Concentra Health settles HHS charges over 2011 laptop theft breach, to pay $1.7M

Concentra Health Services (Concentra) has agreed to pay OCR $1,725,220 to settle potential violations of the Health Insurance Portability and Accountability Act of 1996 (HIPAA) Privacy and Security Rules, and will adopt a corrective action plan to evidence their remediation of these findings.

The settlement stems from an incident on November 30, 2011 (previously reported here) in which a laptop with unencrypted PHI of 870 patients was stolen from Concentra’s physical therapy office in Springfield, Missouri. The PHI included names, Social Security Numbers and pre-employment work-fitness test results of 870 patients.

HHS opened an investigation in May 2012, and found:

 (1) Concentra failed to adequately remediate and manage its identified lack of encryption or, alternatively, document why encryption was not reasonable and appropriate and implement an equivalent alternative measure to encryption, if reasonable and appropriate, from October 27, 2008, until June 22, 2012 (date on which a complete inventory assessment was completed and Concentra immediately took  action to begin encrypting all unencrypted devices) (see 45 C.F.R. § 164.312(a)(2)(iv)).

(2) Concentra did not sufficiently implement policies and procedures to prevent, detect, contain, and correct security violations under the security management process standard when it failed to adequately execute risk management measures to reduce its identified lack of encryption to a reasonable and appropriate level from October 27, 2008, (date of Concentra’s last project report indicating that 434 out of 597 laptops were encrypted) until June 22, 2012 (date on which a complete inventory assessment was completed and Concentra immediately took action to begin encrypting all unencrypted devices) (see 45 C.F.R. § 164.308(a)(1)(i)).

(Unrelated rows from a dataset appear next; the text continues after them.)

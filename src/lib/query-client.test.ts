import { describe, expect, it, vi } from 'vitest';
import { ApiError } from './api-client';
import { createQueryClient, SESSION_CHECK, shouldRetry } from './query-client';

const e401 = () => new ApiError({ status: 401, code: 'unauthenticated', message: 'Sign in' });

describe('createQueryClient', () => {
  it('reports an ended session on a 401 from an ordinary query', async () => {
    const onUnauthenticated = vi.fn();
    const qc = createQueryClient({ onUnauthenticated });
    await qc.fetchQuery({ queryKey: ['jobs'], queryFn: () => Promise.reject(e401()) }).catch(() => {});
    expect(onUnauthenticated).toHaveBeenCalledTimes(1);
  });

  it('leaves the first session check to the route guards (no redirect loop on /login)', async () => {
    const onUnauthenticated = vi.fn();
    const qc = createQueryClient({ onUnauthenticated });
    const check = { queryKey: ['auth', 'me'], meta: { [SESSION_CHECK]: true }, retry: false, staleTime: 0 } as const;
    await qc.fetchQuery({ ...check, queryFn: () => Promise.reject(e401()) }).catch(() => {});
    expect(onUnauthenticated).not.toHaveBeenCalled();

    // Once it has had a user, a 401 on it means the session ended.
    qc.setQueryData(['auth', 'me'], { id: 'u1' });
    await qc.fetchQuery({ ...check, queryFn: () => Promise.reject(e401()) }).catch(() => {});
    expect(onUnauthenticated).toHaveBeenCalledTimes(1);
  });

  it('retries network and server errors, never 4xx', () => {
    expect(shouldRetry(0, e401())).toBe(false);
    expect(shouldRetry(0, new ApiError({ status: 503, code: 'internal', message: 'x' }))).toBe(true);
    expect(shouldRetry(0, new ApiError({ status: 0, code: 'network', message: 'x' }))).toBe(true);
    expect(shouldRetry(2, new ApiError({ status: 0, code: 'network', message: 'x' }))).toBe(false);
  });
});
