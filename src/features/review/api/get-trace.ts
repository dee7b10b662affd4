import { keepPreviousData, queryOptions, useQuery } from '@tanstack/react-query';
import { ReviewTraceSchema, type ReviewTrace } from '../../../../shared/schemas/trace';
import { api } from '../../../lib/api-client';
import { queryKeys } from '../../../lib/query-keys';

export interface TraceWindow {
  from: number;
  to: number;
}

/** GET /api/review/runs/:id/trace → raw samples in a window, or a min/mean/max envelope over a long one. */
export function getReviewTrace(runId: string, w: TraceWindow | null, signal?: AbortSignal): Promise<ReviewTrace> {
  const q = w ? `?from=${Math.floor(w.from)}&to=${Math.ceil(w.to)}` : '';
  return api.get(`/api/review/runs/${encodeURIComponent(runId)}/trace${q}`, { schema: ReviewTraceSchema, ...(signal ? { signal } : {}) });
}

export function reviewTraceQueryOptions(runId: string, w: TraceWindow | null) {
  return queryOptions({
    queryKey: queryKeys.reviewTrace(runId, w),
    queryFn: ({ signal }) => getReviewTrace(runId, w, signal),
    staleTime: 5 * 60_000,
  });
}

export function useReviewTrace(runId: string | null, w: TraceWindow | null) {
  return useQuery({ ...reviewTraceQueryOptions(runId ?? '', w), enabled: !!runId, placeholderData: keepPreviousData });
}
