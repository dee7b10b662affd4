import { queryOptions, useQuery } from '@tanstack/react-query';
import { InboxSchema, type Inbox } from '../../shared/schemas/records';
import { api } from './api-client';

/** Under `jobs`, so anything that refreshes the jobs refreshes the inbox too. */
export const reviewInboxKey = ['jobs', 'review-inbox'] as const;

/** GET /api/review/inbox → jobs awaiting review, oldest submission first (leads only). */
export function getReviewInbox(signal?: AbortSignal): Promise<Inbox> {
  return api.get('/api/review/inbox', { schema: InboxSchema, ...(signal ? { signal } : {}) });
}

export function reviewInboxQueryOptions() {
  return queryOptions({ queryKey: reviewInboxKey, queryFn: ({ signal }) => getReviewInbox(signal), staleTime: 15_000, refetchInterval: 60_000 });
}

/** The inbox for a lead; disabled (no request) for other roles. */
export function useReviewInbox(enabled: boolean) {
  return useQuery({ ...reviewInboxQueryOptions(), enabled });
}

The settlement contains no admission of guilt by Concentra.

A copy of the corrective action plan (CAP) can be found here (pdf). It includes risk assessment and risk management plan requirements. Of note (to me, anyway), even though HIPAA does not require encryption, the CAP includes this provision:

Encryption Status Update Requirements

1. Within 120 days of the Effective Date, at one year following the Effective Date, and at the conclusion of the one year period thereafter, Concentra shall provide an update to HHS regarding its encryption status, which shall include:

a. The percentage of all Concentra devices and equipment (laptops, desktops, medical equipment, tablets, and other storage devices) that are encrypted at that point in time.
b. Evidence that all new devices and equipment (laptops, desktops, medical equipment, tablets, and other storage devices) have been encrypted.
c. An explanation for the percentage of devices and equipment that are not encrypted.
d. A breakdown of the percentage of encrypted devices and equipment for each specific Concentra facility and worksite.